Embeded Plane

Definition: Embedded plane

If $\sigma=(\mathscr{P,L,I})$ and $\sigma'=(\mathscr{P',L',I'})$ are two planes then we say $\sigma$ is embedded to $\sigma'$ if

1. $\mathscr{P} \in \mathscr{P'}$
2. For every line $L \in \mathscr{L}$ there exists a line $L' \in \mathscr{L'}$ such that $L =L' \cap \mathscr{P}$

Definition: Subplane

If $\sigma=(\mathscr{P,L,I})$ and $\sigma'=(\mathscr{P',L',I'})$ are two planes then we say $\sigma$ is a subplane of $\sigma'$ if

1. $\sigma$ is embedded to $\sigma'$.
2. For every line $L' \in \mathscr{L'}$ and if $L' \cap \mathscr{P}$ contains two points then there exists a line $L \in \mathscr{L}$ such that $L =L' \cap \mathscr{P}$

Definition: Principal subplane

If $\sigma=(\mathscr{P,L,I})$ and $\sigma'=(\mathscr{P',L',I'})$ are two planes then we say $\sigma$ is a principal subplane of $\sigma'$ if

1. $\sigma$ is a subplane of $\sigma'$.
2. $\mathscr{P}=\mathscr{P'}/L'$ for some line $L' \in \mathscr{L'}$

Note: Principal subplane

A subplane $\sigma$ can be a principal subplane of $\sigma$ if and only if the plane differs by exactly one line and all belonging points on it.

Example:

A complete four-point is a principal subplane of fano-configuration because the configurations are differ by exactly a line and all belonging points on this line.

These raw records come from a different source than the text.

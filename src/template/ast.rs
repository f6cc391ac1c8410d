//! The tree as written: names, spans and all the sugar, before anything is
//! known about what a name means.
//!
//! Templates and grammar files share it. The analysed form is
//! [`super::formula`]; [`super::analyse`] leads from here to there.

use std::ops::Range;

use super::atom::Comparison;

/// A piece of a text and what it says.
#[derive(Debug, Clone, PartialEq)]
pub struct Ast {
    /// What it says.
    pub kind: AstKind,
    /// The bytes of the text it was made from.
    pub span: Range<usize>,
}

/// What a piece of a text can say.
#[derive(Debug, Clone, PartialEq)]
pub enum AstKind {
    /// A name: of a channel, a flag, or (in a grammar) a rule or binding.
    /// `quoted` names are never anything but channels and flags.
    Name {
        /// The name.
        name: String,
        /// Whether it stood in double quotes.
        quoted: bool,
    },
    /// A number with its unit.
    Number(f64, Option<String>),
    /// `?` or `?name`.
    Slot(Option<String>),
    /// `end`.
    End,
    /// `name(argument, ...)`.
    Call(String, Vec<Ast>),
    /// `left - right`.
    Minus(Box<Ast>, Box<Ast>),
    /// `left <= right` and its kin.
    Compare(Box<Ast>, Comparison, Box<Ast>),
    /// `not operand`.
    Not(Box<Ast>),
    /// `left and right and ...`
    And(Vec<Ast>),
    /// `left or right or ...`
    Or(Vec<Ast>),
    /// `left implies right`, grouping to the right.
    Implies(Box<Ast>, Box<Ast>),
    /// `throughout [lower, upper] operand`.
    Throughout(Box<[Ast; 2]>, Box<Ast>),
    /// `sometime [lower, upper] operand`.
    Sometime(Box<[Ast; 2]>, Box<Ast>),
    /// `left until [lower, upper] right`.
    Until(Box<Ast>, Box<[Ast; 2]>, Box<Ast>),
}

impl AstKind {
    /// The piece with its place.
    pub fn at(self, span: Range<usize>) -> Ast {
        Ast { kind: self, span }
    }
}
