//! Durations as written: a number and a unit of time.
//!
//! A duration keeps the unit it was written with, because printing it must
//! give the same text; it becomes a number of steps only when a template
//! meets the grid of a trace set.

use std::fmt;

use crate::support::Finite;

/// The unit a duration is written in.
#[derive(Debug, Clone, Copy, PartialEq, Eq, PartialOrd, Ord, Hash)]
pub enum TimeUnit {
    /// `us`, a millionth of a second.
    Microsecond,
    /// `ms`, a thousandth of a second.
    Millisecond,
    /// `s`.
    Second,
    /// `min`, 60 s.
    Minute,
    /// `h`, 3,600 s.
    Hour,
    /// `d`, 86,400 s.
    Day,
    /// No unit: the unit of the data's own `time` column, or samples where
    /// the data has no time.
    Data,
    /// `step`: samples of the uniform grid.
    Step,
}

impl TimeUnit {
    /// All units that have a name, with the name used in text.
    pub const NAMED: [(TimeUnit, &'static str); 7] = [
        (TimeUnit::Microsecond, "us"),
        (TimeUnit::Millisecond, "ms"),
        (TimeUnit::Second, "s"),
        (TimeUnit::Minute, "min"),
        (TimeUnit::Hour, "h"),
        (TimeUnit::Day, "d"),
        (TimeUnit::Step, "step"),
    ];

    /// The unit of a name, `None` when it is no unit of time.
    pub fn from_name(name: &str) -> Option<TimeUnit> {
        Self::NAMED
            .iter()
            .find(|(_, text)| *text == name || (*text == "step" && name == "steps"))
            .map(|(unit, _)| *unit)
    }

    /// The name in text; empty for [`TimeUnit::Data`].
    pub fn name(self) -> &'static str {
        Self::NAMED
            .iter()
            .find(|(unit, _)| *unit == self)
            .map_or("", |(_, text)| text)
    }

    /// How many seconds one such unit is; `None` for the data's own unit and
    /// for steps, which only a trace set can tell.
    pub fn seconds(self) -> Option<f64> {
        match self {
            TimeUnit::Microsecond => Some(1e-6),
            TimeUnit::Millisecond => Some(1e-3),
            TimeUnit::Second => Some(1.0),
            TimeUnit::Minute => Some(60.0),
            TimeUnit::Hour => Some(3600.0),
            TimeUnit::Day => Some(86_400.0),
            TimeUnit::Data | TimeUnit::Step => None,
        }
    }
}

/// A duration as written, not negative.
#[derive(Debug, Clone, Copy, PartialEq, Eq, PartialOrd, Ord, Hash)]
pub struct Duration {
    /// How many of the unit.
    pub value: Finite,
    /// The unit.
    pub unit: TimeUnit,
}

impl Duration {
    /// A duration of so many steps of the grid.
    pub fn steps(count: u32) -> Self {
        Duration {
            value: Finite::from(count),
            unit: TimeUnit::Step,
        }
    }

    /// No duration at all; written without a unit.
    pub fn zero() -> Self {
        Duration {
            value: Finite::from(0),
            unit: TimeUnit::Data,
        }
    }

    /// Whether it is zero, in whatever unit.
    pub fn is_zero(&self) -> bool {
        self.value == Finite::from(0)
    }
}

impl fmt::Display for Duration {
    fn fmt(&self, f: &mut fmt::Formatter<'_>) -> fmt::Result {
        match self.unit {
            TimeUnit::Data => write!(f, "{}", self.value),
            unit => write!(f, "{} {}", self.value, unit.name()),
        }
    }
}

Theorem: Any principal sub-plane of a projective plane is an affine plane.

Proof:

Let $\sigma'=(\mathscr{P',L',I'})$ be a projective plane. Now we construct:

• $\mathscr{P}=\mathscr{P'}/D$ for some $D \in \mathscr{L'}$
• $M=\{p\in L' ∶ p \notin D\}$ for all $L\in \mathscr{L'}/D$
• $L=\{L:L' \in \mathscr{L'}/D\}$

Then $\sigma=(\mathscr{P,L,I})$ is a principal sub-plane of $\sigma'$ obtained by removing $D \in \mathscr{L'}$. Now we show that $\sigma$ is an affine plane.

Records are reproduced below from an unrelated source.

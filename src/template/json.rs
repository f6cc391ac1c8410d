//! The JSON form of a formula: a tagged tree with a versioned schema.
//!
//! ```json
//! {"schema": "strandline-formula/1",
//!  "formula": {"throughout": {"from": {"after": {"value": 0}}, "to": "end",
//!    "holds": {"compare": {"signal": {"channel": "speed"}, "is": "<=", "threshold": "slot"}}}}}
//! ```
//!
//! The types here mirror the analysed form and exist for files only, so that a
//! change of the internal form never changes a file by accident.

use serde::{Deserialize, Serialize};

use super::atom::{Atom, Comparison, Threshold};
use super::duration::{Duration, TimeUnit};
use super::formula::{Formula, Node};
use super::function::{Function, Kind};
use super::signal::Signal;
use super::window::{Bound, Window};
use crate::support::Finite;

/// The schema this version writes and reads.
const SCHEMA: &str = "strandline-formula/1";

#[derive(Debug, Serialize, Deserialize)]
#[serde(deny_unknown_fields)]
struct Document {
    schema: String,
    formula: JsonFormula,
}

#[derive(Debug, Serialize, Deserialize)]
#[serde(rename_all = "snake_case", deny_unknown_fields)]
enum JsonFormula {
    Compare {
        signal: JsonSignal,
        is: JsonComparison,
        threshold: JsonThreshold,
    },
    Flag {
        signal: JsonSignal,
        #[serde(default, skip_serializing_if = "std::ops::Not::not")]
        negated: bool,
    },
    And(Vec<JsonFormula>),
    Or(Vec<JsonFormula>),
    Throughout {
        from: JsonBound,
        to: JsonBound,
        holds: Box<JsonFormula>,
    },
    Sometime {
        from: JsonBound,
        to: JsonBound,
        holds: Box<JsonFormula>,
    },
    Until {
        holds: Box<JsonFormula>,
        from: JsonBound,
        to: JsonBound,
        comes: Box<JsonFormula>,
    },
}

#[derive(Debug, Serialize, Deserialize)]
enum JsonComparison {
    #[serde(rename = "<=")]
    AtMost,
    #[serde(rename = ">=")]
    AtLeast,
    #[serde(rename = "<")]
    Below,
    #[serde(rename = ">")]
    Above,
}

#[derive(Debug, Serialize, Deserialize)]
#[serde(rename_all = "snake_case", deny_unknown_fields)]
enum JsonThreshold {
    Slot,
    Number {
        value: f64,
        #[serde(default, skip_serializing_if = "Option::is_none")]
        unit: Option<String>,
    },
}

#[derive(Debug, Serialize, Deserialize)]
#[serde(rename_all = "snake_case", deny_unknown_fields)]
enum JsonBound {
    Slot,
    End,
    After {
        value: f64,
        #[serde(default, skip_serializing_if = "Option::is_none")]
        unit: Option<String>,
    },
}

#[derive(Debug, Serialize, Deserialize)]
#[serde(rename_all = "snake_case", deny_unknown_fields)]
enum JsonSignal {
    Channel(String),
    Flag(String),
    Derived {
        function: String,
        of: Vec<JsonSignal>,
        #[serde(default, skip_serializing_if = "Option::is_none")]
        over: Option<JsonBound>,
    },
}

/// What can be wrong with a formula in JSON.
#[derive(Debug, thiserror::Error)]
pub enum JsonError {
    /// Not JSON, or not of this shape.
    #[error("not a formula in JSON: {0}")]
    Shape(#[from] serde_json::Error),
    /// A schema this version does not read.
    #[error("the schema `{0}` is unknown; this version reads `{SCHEMA}`")]
    Schema(String),
    /// A part that has the right shape but no meaning.
    #[error("{0}")]
    Meaning(String),
}

/// The JSON form of a formula.
pub fn to_json(formula: &Formula) -> serde_json::Value {
    let document = Document {
        schema: SCHEMA.to_owned(),
        formula: JsonFormula::from(formula),
    };
    serde_json::to_value(document).unwrap_or(serde_json::Value::Null)
}

/// Reads a formula from its JSON form.
///
/// # Errors
/// When the value is not of the shape, of another schema, or without meaning.
pub fn from_json(value: &serde_json::Value) -> Result<Formula, JsonError> {
    if let Some(schema) = value.get("schema").and_then(serde_json::Value::as_str)
        && schema != SCHEMA
    {
        return Err(JsonError::Schema(schema.to_owned()));
    }
    let document = Document::deserialize(value)?;
    document.formula.read()
}

impl From<&Formula> for JsonFormula {
    fn from(formula: &Formula) -> Self {
        let all = |operands: &[Formula]| operands.iter().map(JsonFormula::from).collect();
        match formula.node() {
            Node::Atom(Atom::Flag { signal, negated }) => JsonFormula::Flag {
                signal: signal.into(),
                negated: *negated,
            },
            Node::Atom(Atom::Compare {
                signal,
                comparison,
                threshold,
            }) => JsonFormula::Compare {
                signal: signal.into(),
                is: (*comparison).into(),
                threshold: threshold.into(),
            },
            Node::And(operands) => JsonFormula::And(all(operands)),
            Node::Or(operands) => JsonFormula::Or(all(operands)),
            Node::Throughout(window, operand) => JsonFormula::Throughout {
                from: window.lower().into(),
                to: window.upper().into(),
                holds: Box::new(operand.into()),
            },
            Node::Sometime(window, operand) => JsonFormula::Sometime {
                from: window.lower().into(),
                to: window.upper().into(),
                holds: Box::new(operand.into()),
            },
            Node::Until(window, left, right) => JsonFormula::Until {
                holds: Box::new(left.into()),
                from: window.lower().into(),
                to: window.upper().into(),
                comes: Box::new(right.into()),
            },
        }
    }
}

impl JsonFormula {
    fn read(&self) -> Result<Formula, JsonError> {
        let all = |operands: &[JsonFormula]| {
            if operands.len() < 2 {
                return Err(JsonError::Meaning(
                    "`and` and `or` need two operands".into(),
                ));
            }
            operands.iter().map(JsonFormula::read).collect()
        };
        Ok(match self {
            JsonFormula::Compare {
                signal,
                is,
                threshold,
            } => Formula::compare(signal.read(Kind::Numeric)?, is.into(), threshold.read()?),
            JsonFormula::Flag { signal, negated } => {
                Formula::flag(signal.read(Kind::Flag)?, *negated)
            }
            JsonFormula::And(operands) => Formula::and(all(operands)?),
            JsonFormula::Or(operands) => Formula::or(all(operands)?),
            JsonFormula::Throughout { from, to, holds } => {
                Formula::throughout(read_window(from, to)?, holds.read()?)
            }
            JsonFormula::Sometime { from, to, holds } => {
                Formula::sometime(read_window(from, to)?, holds.read()?)
            }
            JsonFormula::Until {
                holds,
                from,
                to,
                comes,
            } => Formula::until(read_window(from, to)?, holds.read()?, comes.read()?),
        })
    }
}

impl From<Comparison> for JsonComparison {
    fn from(comparison: Comparison) -> Self {
        match comparison {
            Comparison::AtMost => JsonComparison::AtMost,
            Comparison::AtLeast => JsonComparison::AtLeast,
            Comparison::Below => JsonComparison::Below,
            Comparison::Above => JsonComparison::Above,
        }
    }
}

impl From<&JsonComparison> for Comparison {
    fn from(comparison: &JsonComparison) -> Self {
        match comparison {
            JsonComparison::AtMost => Comparison::AtMost,
            JsonComparison::AtLeast => Comparison::AtLeast,
            JsonComparison::Below => Comparison::Below,
            JsonComparison::Above => Comparison::Above,
        }
    }
}

impl From<&Threshold> for JsonThreshold {
    fn from(threshold: &Threshold) -> Self {
        match threshold {
            Threshold::Slot => JsonThreshold::Slot,
            Threshold::Number(value, unit) => JsonThreshold::Number {
                value: value.value(),
                unit: unit.as_deref().map(str::to_owned),
            },
        }
    }
}

impl JsonThreshold {
    fn read(&self) -> Result<Threshold, JsonError> {
        Ok(match self {
            JsonThreshold::Slot => Threshold::Slot,
            JsonThreshold::Number { value, unit } => {
                Threshold::Number(read_finite(*value)?, unit.as_deref().map(Into::into))
            }
        })
    }
}

impl From<Duration> for JsonBound {
    fn from(duration: Duration) -> Self {
        JsonBound::After {
            value: duration.value.value(),
            unit: Some(duration.unit.name())
                .filter(|name| !name.is_empty())
                .map(str::to_owned),
        }
    }
}

impl From<Bound> for JsonBound {
    fn from(bound: Bound) -> Self {
        match bound {
            Bound::Slot => JsonBound::Slot,
            Bound::End => JsonBound::End,
            Bound::After(duration) => duration.into(),
        }
    }
}

impl JsonBound {
    fn read(&self) -> Result<Bound, JsonError> {
        Ok(match self {
            JsonBound::Slot => Bound::Slot,
            JsonBound::End => Bound::End,
            JsonBound::After { value, unit } => {
                let unit = match unit {
                    None => TimeUnit::Data,
                    Some(name) => TimeUnit::from_name(name).ok_or_else(|| {
                        JsonError::Meaning(format!("`{name}` is not a unit of time"))
                    })?,
                };
                let value = read_finite(*value)?;
                Bound::After(Duration { value, unit })
            }
        })
    }
}

impl From<&Signal> for JsonSignal {
    fn from(signal: &Signal) -> Self {
        match signal {
            Signal::Recorded {
                name,
                kind: Kind::Numeric,
            } => JsonSignal::Channel(name.to_string()),
            Signal::Recorded { name, .. } => JsonSignal::Flag(name.to_string()),
            Signal::Derived(derivation) => JsonSignal::Derived {
                function: derivation.function.shape().name.to_owned(),
                of: derivation.arguments.iter().map(JsonSignal::from).collect(),
                over: derivation.duration.map(JsonBound::from),
            },
        }
    }
}

impl JsonSignal {
    fn read(&self, kind: Kind) -> Result<Signal, JsonError> {
        let signal = match self {
            JsonSignal::Channel(name) => Signal::channel(name),
            JsonSignal::Flag(name) => Signal::flag(name),
            JsonSignal::Derived { function, of, over } => read_derived(function, of, over)?,
        };
        if signal.kind() == kind {
            Ok(signal)
        } else {
            Err(JsonError::Meaning(format!(
                "`{signal}` is of the wrong kind"
            )))
        }
    }
}

fn read_derived(
    name: &str,
    of: &[JsonSignal],
    over: &Option<JsonBound>,
) -> Result<Signal, JsonError> {
    let function = Function::from_name(name)
        .ok_or_else(|| JsonError::Meaning(format!("there is no function `{name}`")))?;
    let shape = function.shape();
    let duration = match over.as_ref().map(JsonBound::read).transpose()? {
        Some(Bound::After(duration)) => Some(duration),
        None => None,
        Some(_) => {
            return Err(JsonError::Meaning(format!(
                "`{name}` needs a plain duration"
            )));
        }
    };
    if of.len() != shape.arguments.len() || duration.is_some() != shape.takes_duration {
        return Err(JsonError::Meaning(format!("wrong arguments for `{name}`")));
    }
    let arguments = of
        .iter()
        .zip(shape.arguments)
        .map(|(argument, kind)| argument.read(*kind))
        .collect::<Result<Vec<_>, _>>()?;
    Ok(Signal::derived(function, arguments, duration))
}

fn read_finite(value: f64) -> Result<Finite, JsonError> {
    Finite::new(value).map_err(|error| JsonError::Meaning(error.to_string()))
}

fn read_window(from: &JsonBound, to: &JsonBound) -> Result<Window, JsonError> {
    Window::new(from.read()?, to.read()?).map_err(|error| JsonError::Meaning(error.to_string()))
}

1. Two points in $\sigma$ determine a line:
   Let $p,q\in \sigma$. By construction, $p,q\in \sigma'$. By [P1], $p$ and $q$ determine a line $L' \in \sigma'$. By construction, $p$ and $q$ determine a line $L \in \sigma$.
2. If $L$ is a line and $p \notin L$ is a point, there is exactly one line on $p$ parallel to $L$:
   Let $L$ is a line and $p \notin L$ be a point. By construction $L' \in \sigma'$ is a line not containing the point $p$. Since $D$ is already a line in $\sigma'$, by [P2], we say $D \cap L'=q$. By [P1], $p$ and $q$ determine a line, say $M' \in \sigma'$. By construction, $M'$ corresponds to a line $M \in \sigma$ not containing the point $q$. Hence, $M$ is the required line on $p$ parallel to $L$.
3. There is a set of three non-collinear points:
   Since $\sigma'$ is a projective plane, there is a four-point, say $a_0 a_1 a_2 a_3$. Now three cases arise:
   1. Case 1: If $D$ contains no points from $a_0, a_1, a_2, a_3$, then $\sigma$ contains the same four-point.
   2. Case 2: If $D$ contains one of the points from $a_0, a_1, a_2, a_3$, then the remaining three points are not on $D$ and so are in $\sigma$. Hence $\sigma$ contains three non-collinear points.
   3. Case 3: If $D$ contains any two points from $a_0, a_1, a_2, a_3$ say $a_0, a_1$, then by construction $a_2 a_3$ are not on $D$ and so are in $\sigma$. Also, the point $a_0 a_2 \cap a_1 a_3$ is not on $D$ and so in $\sigma$. Thus $\sigma$ contains three non-collinear points $a_2 a_3, a_0 a_2 \cap a_1 a_3$.

Thus $\sigma$ is an affine plane. This completes the proof.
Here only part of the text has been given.